> THE PROBLEM: Find how many lines of the entries contain the word "barred", then report that figure alone.

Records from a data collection
--------------------------------------------------

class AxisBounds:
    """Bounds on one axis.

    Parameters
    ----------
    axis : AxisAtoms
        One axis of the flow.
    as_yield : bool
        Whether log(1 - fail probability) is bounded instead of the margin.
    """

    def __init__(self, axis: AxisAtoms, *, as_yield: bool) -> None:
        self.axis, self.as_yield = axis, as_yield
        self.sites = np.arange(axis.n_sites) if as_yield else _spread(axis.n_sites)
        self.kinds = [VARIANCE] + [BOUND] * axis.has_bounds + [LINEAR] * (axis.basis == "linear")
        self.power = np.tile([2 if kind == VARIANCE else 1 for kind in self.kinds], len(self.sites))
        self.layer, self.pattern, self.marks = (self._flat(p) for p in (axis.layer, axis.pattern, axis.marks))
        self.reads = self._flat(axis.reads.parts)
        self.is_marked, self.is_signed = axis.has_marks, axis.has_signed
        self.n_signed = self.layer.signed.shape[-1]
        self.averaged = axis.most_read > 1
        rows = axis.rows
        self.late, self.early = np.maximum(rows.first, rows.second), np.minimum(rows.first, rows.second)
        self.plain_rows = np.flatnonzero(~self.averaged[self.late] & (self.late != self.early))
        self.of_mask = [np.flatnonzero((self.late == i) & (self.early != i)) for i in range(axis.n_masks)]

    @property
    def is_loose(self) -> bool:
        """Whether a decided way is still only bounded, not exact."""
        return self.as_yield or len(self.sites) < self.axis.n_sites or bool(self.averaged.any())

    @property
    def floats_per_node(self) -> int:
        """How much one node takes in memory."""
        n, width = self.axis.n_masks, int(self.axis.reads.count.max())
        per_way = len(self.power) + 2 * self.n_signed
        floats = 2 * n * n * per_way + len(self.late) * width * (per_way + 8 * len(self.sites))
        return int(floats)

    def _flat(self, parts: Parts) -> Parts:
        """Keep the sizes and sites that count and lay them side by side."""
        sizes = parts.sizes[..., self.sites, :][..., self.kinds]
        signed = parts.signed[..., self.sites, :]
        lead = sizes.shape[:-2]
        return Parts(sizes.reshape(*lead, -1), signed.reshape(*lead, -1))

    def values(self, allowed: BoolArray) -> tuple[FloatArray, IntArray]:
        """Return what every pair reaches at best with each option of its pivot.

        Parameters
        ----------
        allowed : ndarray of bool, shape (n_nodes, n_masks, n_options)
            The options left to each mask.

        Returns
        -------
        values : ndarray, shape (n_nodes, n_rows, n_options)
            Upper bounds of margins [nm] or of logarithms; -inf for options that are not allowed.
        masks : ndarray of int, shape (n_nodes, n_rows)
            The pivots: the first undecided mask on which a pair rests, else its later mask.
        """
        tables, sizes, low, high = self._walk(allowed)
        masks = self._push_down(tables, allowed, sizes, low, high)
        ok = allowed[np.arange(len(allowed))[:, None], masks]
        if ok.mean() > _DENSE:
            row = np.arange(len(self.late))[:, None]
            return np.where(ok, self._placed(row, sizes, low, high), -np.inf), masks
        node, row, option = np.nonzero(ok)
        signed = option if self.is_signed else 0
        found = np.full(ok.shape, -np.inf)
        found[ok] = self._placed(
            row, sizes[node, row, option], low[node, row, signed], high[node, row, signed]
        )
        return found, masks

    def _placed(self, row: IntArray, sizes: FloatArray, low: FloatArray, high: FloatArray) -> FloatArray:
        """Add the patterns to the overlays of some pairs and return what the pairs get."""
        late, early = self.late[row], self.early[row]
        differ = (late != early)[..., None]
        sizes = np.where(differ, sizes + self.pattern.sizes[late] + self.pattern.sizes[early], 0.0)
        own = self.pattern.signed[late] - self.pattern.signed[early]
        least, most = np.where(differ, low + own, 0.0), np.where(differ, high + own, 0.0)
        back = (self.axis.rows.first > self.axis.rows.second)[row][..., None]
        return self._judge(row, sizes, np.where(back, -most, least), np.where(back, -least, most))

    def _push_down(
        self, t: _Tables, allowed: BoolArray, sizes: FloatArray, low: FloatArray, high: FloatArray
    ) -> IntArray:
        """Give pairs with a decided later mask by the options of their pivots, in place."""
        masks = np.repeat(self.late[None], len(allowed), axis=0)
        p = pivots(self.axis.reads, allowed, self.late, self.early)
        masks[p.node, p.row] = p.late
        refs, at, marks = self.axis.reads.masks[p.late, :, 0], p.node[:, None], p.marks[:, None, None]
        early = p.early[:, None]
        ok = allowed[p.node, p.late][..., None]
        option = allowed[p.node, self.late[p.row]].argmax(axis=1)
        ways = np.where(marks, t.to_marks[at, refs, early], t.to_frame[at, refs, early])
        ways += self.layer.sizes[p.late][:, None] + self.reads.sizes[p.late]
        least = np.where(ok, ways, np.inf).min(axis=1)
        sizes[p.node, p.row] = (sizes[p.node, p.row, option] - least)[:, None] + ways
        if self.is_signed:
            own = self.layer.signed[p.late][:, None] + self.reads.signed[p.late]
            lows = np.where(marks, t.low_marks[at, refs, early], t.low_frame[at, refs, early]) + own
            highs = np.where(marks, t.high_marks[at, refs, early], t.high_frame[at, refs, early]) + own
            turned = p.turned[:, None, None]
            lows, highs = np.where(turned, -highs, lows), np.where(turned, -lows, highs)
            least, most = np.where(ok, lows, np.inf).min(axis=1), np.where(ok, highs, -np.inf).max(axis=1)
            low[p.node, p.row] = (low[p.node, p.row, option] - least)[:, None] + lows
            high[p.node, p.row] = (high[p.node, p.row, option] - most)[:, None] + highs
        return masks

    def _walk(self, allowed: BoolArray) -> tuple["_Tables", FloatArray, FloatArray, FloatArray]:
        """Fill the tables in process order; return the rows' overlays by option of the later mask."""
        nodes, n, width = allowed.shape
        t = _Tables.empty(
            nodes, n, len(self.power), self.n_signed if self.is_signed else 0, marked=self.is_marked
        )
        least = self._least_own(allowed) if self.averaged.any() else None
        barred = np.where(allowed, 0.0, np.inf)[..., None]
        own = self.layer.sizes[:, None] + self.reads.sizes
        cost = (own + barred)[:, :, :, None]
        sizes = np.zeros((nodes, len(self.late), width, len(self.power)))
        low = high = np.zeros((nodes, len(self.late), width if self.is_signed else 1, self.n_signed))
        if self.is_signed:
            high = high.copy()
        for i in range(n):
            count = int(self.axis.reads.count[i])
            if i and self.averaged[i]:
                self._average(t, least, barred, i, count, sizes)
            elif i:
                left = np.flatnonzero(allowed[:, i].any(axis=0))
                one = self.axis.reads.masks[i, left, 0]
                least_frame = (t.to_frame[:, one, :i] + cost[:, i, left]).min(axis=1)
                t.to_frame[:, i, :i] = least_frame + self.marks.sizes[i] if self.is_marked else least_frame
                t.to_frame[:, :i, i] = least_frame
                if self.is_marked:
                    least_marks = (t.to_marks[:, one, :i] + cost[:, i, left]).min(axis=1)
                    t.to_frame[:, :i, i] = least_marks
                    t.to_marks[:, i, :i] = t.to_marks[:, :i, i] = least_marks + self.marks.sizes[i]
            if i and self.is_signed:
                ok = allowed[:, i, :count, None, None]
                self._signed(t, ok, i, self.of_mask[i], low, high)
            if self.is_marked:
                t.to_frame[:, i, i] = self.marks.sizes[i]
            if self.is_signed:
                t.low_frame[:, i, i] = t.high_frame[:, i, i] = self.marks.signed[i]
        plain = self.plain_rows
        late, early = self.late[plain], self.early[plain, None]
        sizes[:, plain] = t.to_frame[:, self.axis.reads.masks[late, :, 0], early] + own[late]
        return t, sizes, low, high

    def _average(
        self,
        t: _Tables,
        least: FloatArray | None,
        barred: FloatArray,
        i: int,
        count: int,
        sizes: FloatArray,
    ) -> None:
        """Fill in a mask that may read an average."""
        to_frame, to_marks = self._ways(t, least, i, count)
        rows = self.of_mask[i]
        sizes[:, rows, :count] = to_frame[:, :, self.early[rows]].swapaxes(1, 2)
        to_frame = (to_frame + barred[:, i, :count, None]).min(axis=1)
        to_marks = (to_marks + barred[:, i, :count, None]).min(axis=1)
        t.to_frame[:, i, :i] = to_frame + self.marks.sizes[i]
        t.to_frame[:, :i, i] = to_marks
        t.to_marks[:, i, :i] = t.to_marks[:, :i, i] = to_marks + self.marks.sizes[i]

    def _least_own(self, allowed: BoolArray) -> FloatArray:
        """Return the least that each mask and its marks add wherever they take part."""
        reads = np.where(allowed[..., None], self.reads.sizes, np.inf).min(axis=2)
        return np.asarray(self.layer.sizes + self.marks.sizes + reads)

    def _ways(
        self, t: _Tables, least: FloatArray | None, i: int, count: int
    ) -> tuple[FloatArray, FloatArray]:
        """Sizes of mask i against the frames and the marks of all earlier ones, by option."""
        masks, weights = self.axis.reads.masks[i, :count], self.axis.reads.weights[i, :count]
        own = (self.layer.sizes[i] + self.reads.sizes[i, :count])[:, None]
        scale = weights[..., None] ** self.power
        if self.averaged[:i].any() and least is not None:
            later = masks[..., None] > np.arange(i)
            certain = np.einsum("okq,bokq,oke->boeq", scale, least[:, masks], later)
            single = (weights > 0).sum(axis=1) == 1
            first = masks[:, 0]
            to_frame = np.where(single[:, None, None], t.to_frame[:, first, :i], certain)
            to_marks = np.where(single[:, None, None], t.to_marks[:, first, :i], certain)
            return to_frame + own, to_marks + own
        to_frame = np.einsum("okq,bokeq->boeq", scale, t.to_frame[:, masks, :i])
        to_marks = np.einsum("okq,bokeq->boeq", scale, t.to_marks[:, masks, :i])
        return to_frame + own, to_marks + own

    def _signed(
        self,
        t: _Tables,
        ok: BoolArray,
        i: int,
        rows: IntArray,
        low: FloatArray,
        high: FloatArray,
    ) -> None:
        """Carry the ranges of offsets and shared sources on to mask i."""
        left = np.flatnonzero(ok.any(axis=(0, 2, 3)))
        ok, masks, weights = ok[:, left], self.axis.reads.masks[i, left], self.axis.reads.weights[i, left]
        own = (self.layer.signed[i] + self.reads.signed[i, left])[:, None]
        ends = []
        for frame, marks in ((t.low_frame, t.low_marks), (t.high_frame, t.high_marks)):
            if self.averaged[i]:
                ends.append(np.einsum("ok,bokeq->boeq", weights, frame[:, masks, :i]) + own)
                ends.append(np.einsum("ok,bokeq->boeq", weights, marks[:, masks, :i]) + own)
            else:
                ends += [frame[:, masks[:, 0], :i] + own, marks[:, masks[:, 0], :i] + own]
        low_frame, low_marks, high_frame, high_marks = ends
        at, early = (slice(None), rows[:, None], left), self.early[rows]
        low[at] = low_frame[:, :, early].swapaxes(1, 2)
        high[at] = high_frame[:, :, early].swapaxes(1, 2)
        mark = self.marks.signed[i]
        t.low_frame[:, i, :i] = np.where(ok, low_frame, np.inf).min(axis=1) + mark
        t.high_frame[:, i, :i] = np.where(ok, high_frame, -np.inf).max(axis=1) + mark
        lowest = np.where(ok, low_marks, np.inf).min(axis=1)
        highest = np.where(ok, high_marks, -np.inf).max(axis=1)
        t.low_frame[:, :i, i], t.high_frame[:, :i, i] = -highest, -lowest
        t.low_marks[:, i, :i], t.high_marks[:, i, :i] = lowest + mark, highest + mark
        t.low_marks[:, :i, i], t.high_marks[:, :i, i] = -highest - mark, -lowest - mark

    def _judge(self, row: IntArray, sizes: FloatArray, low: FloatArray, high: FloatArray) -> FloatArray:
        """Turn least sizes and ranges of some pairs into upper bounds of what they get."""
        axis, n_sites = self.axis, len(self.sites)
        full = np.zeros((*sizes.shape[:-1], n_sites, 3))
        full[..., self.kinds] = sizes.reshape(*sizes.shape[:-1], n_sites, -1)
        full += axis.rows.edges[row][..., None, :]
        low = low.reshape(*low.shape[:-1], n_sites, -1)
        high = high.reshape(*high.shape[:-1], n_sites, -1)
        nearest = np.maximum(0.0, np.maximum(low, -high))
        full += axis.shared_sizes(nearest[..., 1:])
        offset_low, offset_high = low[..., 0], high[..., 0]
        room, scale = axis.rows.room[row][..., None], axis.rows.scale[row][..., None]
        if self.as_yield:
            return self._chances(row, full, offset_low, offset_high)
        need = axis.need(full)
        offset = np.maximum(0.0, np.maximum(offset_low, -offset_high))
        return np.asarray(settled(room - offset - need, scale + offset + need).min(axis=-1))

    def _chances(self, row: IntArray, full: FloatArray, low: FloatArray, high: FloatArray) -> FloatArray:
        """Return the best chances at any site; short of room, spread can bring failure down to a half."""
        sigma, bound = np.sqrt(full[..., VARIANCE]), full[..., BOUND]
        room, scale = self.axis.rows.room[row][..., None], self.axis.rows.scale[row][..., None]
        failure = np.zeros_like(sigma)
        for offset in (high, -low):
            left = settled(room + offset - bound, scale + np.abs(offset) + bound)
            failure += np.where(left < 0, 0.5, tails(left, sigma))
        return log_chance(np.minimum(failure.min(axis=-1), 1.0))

--------------------------------------------------

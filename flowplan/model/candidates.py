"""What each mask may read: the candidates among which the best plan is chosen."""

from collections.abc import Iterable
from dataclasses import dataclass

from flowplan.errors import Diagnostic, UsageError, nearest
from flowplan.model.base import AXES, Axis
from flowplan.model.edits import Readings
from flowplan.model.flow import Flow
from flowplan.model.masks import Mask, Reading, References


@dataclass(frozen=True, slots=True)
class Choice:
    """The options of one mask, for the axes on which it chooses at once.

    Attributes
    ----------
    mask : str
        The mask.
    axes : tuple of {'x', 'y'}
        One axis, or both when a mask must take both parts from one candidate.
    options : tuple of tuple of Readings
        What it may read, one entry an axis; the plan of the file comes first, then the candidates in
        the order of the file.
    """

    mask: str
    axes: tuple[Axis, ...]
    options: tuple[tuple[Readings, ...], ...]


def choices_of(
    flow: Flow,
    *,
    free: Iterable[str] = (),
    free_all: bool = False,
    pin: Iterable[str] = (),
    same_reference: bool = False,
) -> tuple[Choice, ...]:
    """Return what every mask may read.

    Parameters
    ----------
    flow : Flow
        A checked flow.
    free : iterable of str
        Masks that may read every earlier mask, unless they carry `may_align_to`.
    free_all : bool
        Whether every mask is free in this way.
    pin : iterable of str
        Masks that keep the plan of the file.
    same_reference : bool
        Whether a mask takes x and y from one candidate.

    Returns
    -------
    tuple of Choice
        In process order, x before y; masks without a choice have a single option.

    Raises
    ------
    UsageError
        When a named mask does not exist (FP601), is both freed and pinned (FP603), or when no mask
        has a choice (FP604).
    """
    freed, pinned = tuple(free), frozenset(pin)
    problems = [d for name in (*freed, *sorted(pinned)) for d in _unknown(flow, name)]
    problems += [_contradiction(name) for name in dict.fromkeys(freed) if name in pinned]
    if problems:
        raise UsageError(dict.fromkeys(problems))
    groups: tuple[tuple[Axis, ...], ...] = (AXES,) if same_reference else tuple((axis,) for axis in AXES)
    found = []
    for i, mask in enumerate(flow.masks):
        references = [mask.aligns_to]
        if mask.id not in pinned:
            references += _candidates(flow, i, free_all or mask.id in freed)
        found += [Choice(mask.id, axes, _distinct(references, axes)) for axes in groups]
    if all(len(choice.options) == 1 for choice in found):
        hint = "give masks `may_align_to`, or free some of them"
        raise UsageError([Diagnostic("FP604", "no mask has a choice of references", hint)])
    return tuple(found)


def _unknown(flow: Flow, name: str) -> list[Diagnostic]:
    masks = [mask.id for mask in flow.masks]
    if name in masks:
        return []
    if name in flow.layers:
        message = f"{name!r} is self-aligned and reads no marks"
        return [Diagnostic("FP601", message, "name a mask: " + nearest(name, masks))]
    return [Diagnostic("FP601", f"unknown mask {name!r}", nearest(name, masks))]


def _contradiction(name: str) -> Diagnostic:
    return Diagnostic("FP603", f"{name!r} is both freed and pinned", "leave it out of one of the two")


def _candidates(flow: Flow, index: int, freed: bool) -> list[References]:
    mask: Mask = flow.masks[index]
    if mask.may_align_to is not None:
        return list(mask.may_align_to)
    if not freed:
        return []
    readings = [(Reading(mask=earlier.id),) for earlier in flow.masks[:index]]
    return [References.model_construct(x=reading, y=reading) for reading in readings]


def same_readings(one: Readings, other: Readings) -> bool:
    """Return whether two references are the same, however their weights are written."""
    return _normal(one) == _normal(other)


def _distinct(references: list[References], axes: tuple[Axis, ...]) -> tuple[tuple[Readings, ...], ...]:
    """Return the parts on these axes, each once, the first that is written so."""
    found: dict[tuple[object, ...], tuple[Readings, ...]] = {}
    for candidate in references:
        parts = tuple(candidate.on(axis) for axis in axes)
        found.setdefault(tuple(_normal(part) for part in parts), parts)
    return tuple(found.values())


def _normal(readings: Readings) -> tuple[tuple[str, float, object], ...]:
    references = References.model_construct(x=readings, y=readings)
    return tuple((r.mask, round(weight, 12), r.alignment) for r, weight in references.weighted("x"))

--------------------------------------------------

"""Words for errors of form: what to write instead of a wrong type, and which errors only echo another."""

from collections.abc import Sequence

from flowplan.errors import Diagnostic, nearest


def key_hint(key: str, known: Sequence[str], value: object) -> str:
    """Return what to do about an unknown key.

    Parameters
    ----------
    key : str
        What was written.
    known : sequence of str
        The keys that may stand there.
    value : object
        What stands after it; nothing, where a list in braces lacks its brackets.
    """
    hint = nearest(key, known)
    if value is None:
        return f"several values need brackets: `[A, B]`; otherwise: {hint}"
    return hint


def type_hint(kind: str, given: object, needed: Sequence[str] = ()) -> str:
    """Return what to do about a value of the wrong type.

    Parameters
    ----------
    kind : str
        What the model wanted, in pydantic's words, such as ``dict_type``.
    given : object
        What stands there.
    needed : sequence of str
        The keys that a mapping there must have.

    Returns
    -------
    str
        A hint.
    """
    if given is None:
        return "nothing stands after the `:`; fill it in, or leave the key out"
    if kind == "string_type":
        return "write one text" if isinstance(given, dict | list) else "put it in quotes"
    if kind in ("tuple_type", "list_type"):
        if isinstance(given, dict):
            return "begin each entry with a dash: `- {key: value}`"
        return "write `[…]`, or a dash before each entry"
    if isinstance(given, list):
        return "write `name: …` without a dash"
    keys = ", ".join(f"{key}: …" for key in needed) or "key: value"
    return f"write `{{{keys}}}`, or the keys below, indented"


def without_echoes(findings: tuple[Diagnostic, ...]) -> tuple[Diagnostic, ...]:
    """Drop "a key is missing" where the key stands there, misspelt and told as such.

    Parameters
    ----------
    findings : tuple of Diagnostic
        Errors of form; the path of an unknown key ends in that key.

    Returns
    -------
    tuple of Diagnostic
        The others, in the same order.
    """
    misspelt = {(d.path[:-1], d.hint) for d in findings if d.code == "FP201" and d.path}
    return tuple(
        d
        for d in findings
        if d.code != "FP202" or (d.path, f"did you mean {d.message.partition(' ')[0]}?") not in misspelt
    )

--------------------------------------------------

> PROBLEM SOLUTION: 6